◆ **WHAT TO WORK ON**
The lines to be extracted run from the start of the listing through the line containing "const alertSpans = chartAlerts(alerts, lastPeriodMs);"; copy them exactly and nothing else.
*** SOURCE DATA
export default async function AssetPage({ params, searchParams }: { params: Promise<{ tag: string }>; searchParams: Promise<{ saved?: string; error?: string }> }) {
  const { tag } = await params;
  const { saved, error } = await searchParams;
  const user = await requireSignedInUser();
  const prisma = getPrisma();
  const asset = await getAsset(prisma, decodeURIComponent(tag));
  if (!asset) notFound();
  const [daily, revisions, alerts, periods] = await Promise.all([
    dailyReadings(prisma, asset.id),
    listAssetRevisions(prisma, asset.tag),
    listAlerts(prisma, { tag: asset.tag, includeAcknowledged: true }),
    listPeriods(prisma, asset.id),
  ]);
  const stored = await getStoredAssessment(prisma, asset.tag);
  const assessment = stored?.assessment ?? null;
  const openAlerts = alerts.filter((alert) => alert.acknowledgedAt === null);
  const lastPeriodMs = periods.length ? Date.parse(periods[periods.length - 1]?.start ?? "") + 86_400_000 : Date.now();
  const excludedTotals = periods.reduce<Record<string, number>>((totals, period) => {
    for (const [reason, count] of Object.entries(period.excluded)) totals[reason] = (totals[reason] ?? 0) + count;
    return totals;
  }, {});
  const samplesTotal = periods.reduce((sum, period) => sum + period.samplesTotal, 0);
  const samplesUsed = periods.reduce((sum, period) => sum + period.samplesUsed, 0);
  const instruments = [...asset.instruments].sort((a, b) => ROLE_ORDER.indexOf(a.role) - ROLE_ORDER.indexOf(b.role));
  const timeZone = asset.unit.site.timeZone;
  const system = user.unitSystem;
  const alertSpans = chartAlerts(alerts, lastPeriodMs);
  const charts = assessment ? displayAssetCharts(await buildAssetCharts(prisma, asset, assessment, alerts), system) : null;
  const economics = assessment ? economicsSummary(asset, asset.unit.site, { result: assessment as never }) : { ok: false as const, reason: "not assessed yet" };
  return (
    <>
      <p className="subtle"><Link href="/">Fleet</Link> / {asset.unit.name}</p>
      <h1>{asset.tag} — {asset.name}</h1>
      {saved ? <p className="notice" role="status">{saved === "queued" ? "Changes saved; the reassessment is queued and shows here once a worker has run it." : "Changes saved."}</p> : null}
      {error ? <p className="form-errors" role="alert">Not saved: {error}</p> : null}
      <p className="actions">
        {can(user.role, "assets.edit") ? <Link href={`/assets/${encodeURIComponent(asset.tag)}/edit`}>Edit register entry</Link> : null}
        {can(user.role, "data.import") ? <Link href={`/assets/${encodeURIComponent(asset.tag)}/import`}>Import operating data</Link> : null}
        {can(user.role, "audit.read") ? <Link href={`/audit?entity=asset&entityId=${encodeURIComponent(asset.tag)}`}>Audit log</Link> : null}
      </p>
      <div className="columns">
        <section className="panel" aria-labelledby="design-heading">
          <h2 id="design-heading">Design</h2>
          <dl className="facts">
            <dt>Service</dt><dd>{asset.service}</dd>
            <dt>Arrangement</dt><dd>{describeArrangement(asset.arrangementKind, asset.shells, asset.tubePasses)}{asset.mixedStream ? ` (${asset.mixedStream} stream mixed)` : ""}</dd>
            <dt>Area</dt><dd>{formatQuantity(system, "area", asset.areaM2, 3)}</dd>
            <dt>Design duty</dt><dd>{formatQuantity(system, "duty", asset.designDutyW, 3)}</dd>
            <dt>Design U</dt><dd>{formatQuantity(system, "u", asset.designUWPerM2K, 3)}</dd>
            <dt>Design fouling</dt><dd>{formatQuantity(system, "foulingResistance", asset.designFoulingM2KPerW, 2)}</dd>
            <dt>Duty threshold</dt><dd>{formatQuantity(system, "duty", asset.dutyThresholdW, 3)}</dd>
          </dl>
        </section>
        <section className="panel" aria-labelledby="streams-heading">
          <h2 id="streams-heading">Streams and reference conditions</h2>
          <dl className="facts">
            <dt>Hot stream</dt><dd>{asset.hotStreamName}; {describeHeatCapacity(asset.hotCpKind, asset.hotCpIntercept, asset.hotCpSlope)}</dd>
            <dt>Cold stream</dt><dd>{asset.coldStreamName}; {describeHeatCapacity(asset.coldCpKind, asset.coldCpIntercept, asset.coldCpSlope)}</dd>
            <dt>Hot inlet</dt><dd>{formatQuantity(system, "temperature", asset.refHotInletK, 4)}, {formatQuantity(system, "massFlow", asset.refHotFlowKgPerS, 3)}</dd>
            <dt>Cold inlet</dt><dd>{formatQuantity(system, "temperature", asset.refColdInletK, 4)}, {formatQuantity(system, "massFlow", asset.refColdFlowKgPerS, 3)}</dd>
          </dl>
        </section>
        <section className="panel" aria-labelledby="instruments-heading">
          <h2 id="instruments-heading">Instruments</h2>
          <table className="grid">
            <thead><tr><th scope="col">Measurement</th><th scope="col">Tag</th><th scope="col" className="num">Standard uncertainty</th></tr></thead>
            <tbody>
              {instruments.map((instrument) => (
                <tr key={instrument.id}>
                  <td>{ROLE_LABELS[instrument.role] ?? instrument.role}</td>
                  <td>{instrument.tag}</td>
                  <td className="num">{instrument.role.endsWith("Flow") ? formatQuantity(system, "massFlow", instrument.standardUncertainty, 2) : instrument.role.endsWith("PressureDrop") ? `${formatSignificant(instrument.standardUncertainty, 2)} Pa` : formatQuantity(system, "temperatureDifference", instrument.standardUncertainty, 2)}</td>
                </tr>
              ))}
            </tbody>
          </table>
        </section>
      </div>
      <h2>Fouling assessment</h2>
      {assessment === null || charts === null ? (
        <p className="subtle">Not assessed yet: no usable screened data.</p>
      ) : (
        <>
          <div className="columns align-start">
            <section className="panel" aria-labelledby="condition-heading">
              <h3 id="condition-heading">Condition as of {formatDate(assessment.asOf, timeZone)}</h3>
              <dl className="facts">
                <dt>Observed U</dt><dd>{assessment.currentObservedU ? `${formatQuantity(system, "u", assessment.currentObservedU.uWPerM2K, 3)}, ${formatSignificant(assessment.currentObservedU.percentOfClean, 3)} % of clean` : "—"}</dd>
                <dt>Fouling resistance</dt><dd>{assessment.foulingResistance.current === null ? "—" : formatQuantity(system, "foulingResistance", assessment.foulingResistance.current, 3)}</dd>
                <dt>Duty at reference</dt><dd>{assessment.referenceDuty.currentW === null ? "—" : `${formatQuantity(system, "duty", assessment.referenceDuty.currentW, 3)} (clean ${formatQuantity(system, "duty", assessment.referenceDuty.cleanW, 3)})`}</dd>
                <dt>Duty loss</dt><dd>{assessment.referenceDuty.lossW === null ? "—" : formatQuantity(system, "duty", assessment.referenceDuty.lossW, 3)}</dd>
                <dt>Energy lost this cycle</dt><dd>{assessment.referenceDuty.lossEnergyJ === null ? "—" : formatQuantity(system, "energy", assessment.referenceDuty.lossEnergyJ, 3)}</dd>
              </dl>
            </section>
            <section className="panel" aria-labelledby="forecast-heading">
              <h3 id="forecast-heading">Forecast (P10 / P50 / P90)</h3>
              <table className="grid">
                <thead><tr><th scope="col">Limit</th><th scope="col">Status</th><th scope="col">P10</th><th scope="col">P50</th><th scope="col">P90</th></tr></thead>
                <tbody>
                  {([["Duty below threshold", assessment.forecasts.duty], ["Design fouling reached", assessment.forecasts.foulingAllowance], ...(assessment.forecasts.minimumOutlet ? [["Outlet temperature limit", assessment.forecasts.minimumOutlet] as const] : [])] as const).map(([label, forecast]) => (
                    <tr key={label}>
                      <td>{label}</td>
                      <td>{forecast.status === "already-crossed" ? `crossed ${formatDate(forecast.crossedAt, timeZone)}` : forecast.status.replaceAll("-", " ")}</td>
                      <td>{formatDate(forecast.p10, timeZone)}</td>
                      <td>{formatDate(forecast.p50, timeZone)}</td>
                      <td>{formatDate(forecast.p90, timeZone)}</td>
                    </tr>
                  ))}
                </tbody>
              </table>
              <p className="subtle">P10 is the early date: a 10 % chance the limit is reached by then.</p>
            </section>
            <EconomicsPanel economics={economics.ok ? economics.summary : null} reason={economics.ok ? null : economics.reason} asset={asset} site={asset.unit.site} system={system} />
          </div>
          <h2 id="analysis">Analysis</h2>
          <AnalysisCharts tag={asset.tag} charts={charts} timeZone={timeZone} />
          <ModelCard assessment={assessment} periods={periods} system={system} />
        </>
      )}

      <h2 id="alerts">Instrument alerts</h2>
      {alerts.length === 0 ? (
        <p className="subtle">No instrument problems found in the data.</p>
      ) : (
        <table className="grid" aria-label="Instrument alerts">
          <thead>
            <tr><th scope="col">Instrument</th><th scope="col">Problem</th><th scope="col">From</th><th scope="col">To</th><th scope="col" className="num">Size</th><th scope="col">Evidence</th><th scope="col">Status</th></tr>
          </thead>
          <tbody>
            {alerts.map((alert) => (
              <tr key={alert.id}>
                <td>{alert.instrumentTag}<br /><span className="subtle">{ROLE_LABELS[alert.role] ?? alert.role}</span></td>
                <td>{alert.kind}</td>
                <td>{formatDate(alert.start, timeZone)}</td>
                <td>{alert.end ? formatDate(alert.end, timeZone) : "still present"}</td>
                <td className="num">{alert.sizeUnit === "fraction" ? `${formatSignificant(alert.size * 100, 2)} %` : `${formatSignificant(alert.size, 3)} ${alert.sizeUnit}`}</td>
                <td className="evidence">{alert.evidence}</td>
                <td>
                  {alert.acknowledgedAt ? (
                    <span className="subtle">Acknowledged by {alert.acknowledgedBy} {formatDate(alert.acknowledgedAt, timeZone)}{alert.note ? `: ${alert.note}` : ""}</span>
                  ) : !can(user.role, "alerts.acknowledge") ? (
                    <span className="subtle">Open</span>
                  ) : (
                    <form action={acknowledgeAlertAction}>
                      <input type="hidden" name="alertId" value={alert.id} />
                      <input type="hidden" name="tag" value={asset.tag} />
                      <label className="visually-hidden" htmlFor={`note-${alert.id}`}>Note</label>
                      <input id={`note-${alert.id}`} name="note" placeholder="Note (optional)" />
                      <button type="submit">Acknowledge</button>
                    </form>
                  )}
                </td>
              </tr>
            ))}
          </tbody>
        </table>
      )}
      <p className="subtle">Periods affected by an alert stay excluded from U estimation, acknowledged or not.{openAlerts.length ? ` ${openAlerts.length} open.` : ""}</p>

      <h2>Data quality: heat-balance closure per day</h2>
      <div className="panel">
        {periods.length === 0 ? (
          <p className="empty">No screened data yet.</p>
        ) : (
          <>
            <p className="subtle">
              {periods.filter((period) => period.usable).length} of {periods.length} days usable; samples used {samplesUsed.toLocaleString("en-US")} of {samplesTotal.toLocaleString("en-US")}
              {" "}(not used: {Object.entries(excludedTotals).map(([reason, count]) => `${reason} ${count.toLocaleString("en-US")}`).join(", ")}). Closure = (hot duty − cold duty)/mean duty; shaded spans flagged ⚑ are instrument alerts.
            </p>
            <ClosureChart
              endMs={lastPeriodMs}
              points={closureSeries(periods.map((period) => ({ startMs: Date.parse(period.start), closure: period.closure, usable: period.usable, reason: period.reason })), alertSpans)}
              alerts={alertSpans}
              timeZone={timeZone}
            />
            {charts ? <p><a href={csvHref(asset.tag, "closure")} download>Download data (CSV)</a></p> : null}
          </>
        )}
      </div>

      <h2>Daily mean temperatures (raw readings, unscreened)</h2>
      <div className="panel">
        {daily.length === 0 ? <p className="empty">No operating data imported yet.</p> : <DailyTemperatureChart data={daily} system={system} />}
      </div>
      <h2>Cleanings</h2>
      {asset.cleanings.length === 0 ? (
        <p className="subtle">No cleanings recorded.</p>
      ) : (
        <table className="grid">
          <thead><tr><th scope="col">Out of service</th><th scope="col">Back in service</th><th scope="col">Method</th><th scope="col" className="num">Cost ({asset.unit.site.currency})</th><th scope="col" className="num">Fouling removed</th><th scope="col">Notes</th></tr></thead>
          <tbody>
            {asset.cleanings.map((cleaning) => (
              <tr key={cleaning.id}>
                <td>{formatDate(cleaning.date.toISOString(), timeZone)}</td>
                <td>{formatDate(cleaning.endDate?.toISOString() ?? null, timeZone)}</td>
                <td>{cleaning.method}</td>
                <td className="num">{cleaning.costCents === null ? "—" : (cleaning.costCents / 100).toLocaleString("en-US")}</td>
                <td className="num">{cleaning.effectiveness === null ? "—" : `${formatSignificant(cleaning.effectiveness * 100, 2)} %`}</td>
                <td>{cleaning.notes}</td>
              </tr>
            ))}
          </tbody>
        </table>
      )}
      {can(user.role, "cleanings.record") ? <details className="panel">
        <summary>Record a cleaning</summary>
        <form action={recordCleaningAction} className="inline-form">
          <input type="hidden" name="tag" value={asset.tag} />
          <label>Out of service <input type="date" name="date" required /></label>
          <label>Back in service <input type="date" name="endDate" /></label>
          <label>Method <input name="method" required placeholder="hydroblast" /></label>
          <label>Cost ({asset.unit.site.currency}) <input name="cost" type="number" step="any" min={0} /></label>
          <label>Notes <input name="notes" /></label>
          <button type="submit">Record and reassess</button>
        </form>
      </details> : null}
      <h2>Register history</h2>
      {revisions === null || revisions.length === 0 ? (
        <p className="subtle">No recorded changes{asset.demoTruth ? " (loaded as demo data)" : ""}.</p>
      ) : (
        <table className="grid">
          <thead><tr><th scope="col">When</th><th scope="col">Who</th><th scope="col">What</th></tr></thead>
          <tbody>
            {revisions.map((revision) => (
              <tr key={revision.changedAt + revision.action}>
                <td>{revision.changedAt.replace("T", " ").slice(0, 16)} UTC</td>
                <td>{revision.changedBy}</td>
                <td>{revision.action === "created" ? "Created" : Object.entries(revision.changes).map(([field, change]) => describeChange(field, change)).join("; ")}</td>
              </tr>
            ))}
          </tbody>
        </table>
      )}
      <AdvisoryCaution />
    </>
  );
}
******
◆ **WRITTEN REPLY**
export default async function AssetPage({ params, searchParams }: { params: Promise<{ tag: string }>; searchParams: Promise<{ saved?: string; error?: string }> }) {
  const { tag } = await params;
  const { saved, error } = await searchParams;
  const user = await requireSignedInUser();
  const prisma = getPrisma();
  const asset = await getAsset(prisma, decodeURIComponent(tag));
  if (!asset) notFound();
  const [daily, revisions, alerts, periods] = await Promise.all([
    dailyReadings(prisma, asset.id),
    listAssetRevisions(prisma, asset.tag),
    listAlerts(prisma, { tag: asset.tag, includeAcknowledged: true }),
    listPeriods(prisma, asset.id),
  ]);
  const stored = await getStoredAssessment(prisma, asset.tag);
  const assessment = stored?.assessment ?? null;
  const openAlerts = alerts.filter((alert) => alert.acknowledgedAt === null);
  const lastPeriodMs = periods.length ? Date.parse(periods[periods.length - 1]?.start ?? "") + 86_400_000 : Date.now();
  const excludedTotals = periods.reduce<Record<string, number>>((totals, period) => {
    for (const [reason, count] of Object.entries(period.excluded)) totals[reason] = (totals[reason] ?? 0) + count;
    return totals;
  }, {});
  const samplesTotal = periods.reduce((sum, period) => sum + period.samplesTotal, 0);
  const samplesUsed = periods.reduce((sum, period) => sum + period.samplesUsed, 0);
  const instruments = [...asset.instruments].sort((a, b) => ROLE_ORDER.indexOf(a.role) - ROLE_ORDER.indexOf(b.role));
  const timeZone = asset.unit.site.timeZone;
  const system = user.unitSystem;
  const alertSpans = chartAlerts(alerts, lastPeriodMs);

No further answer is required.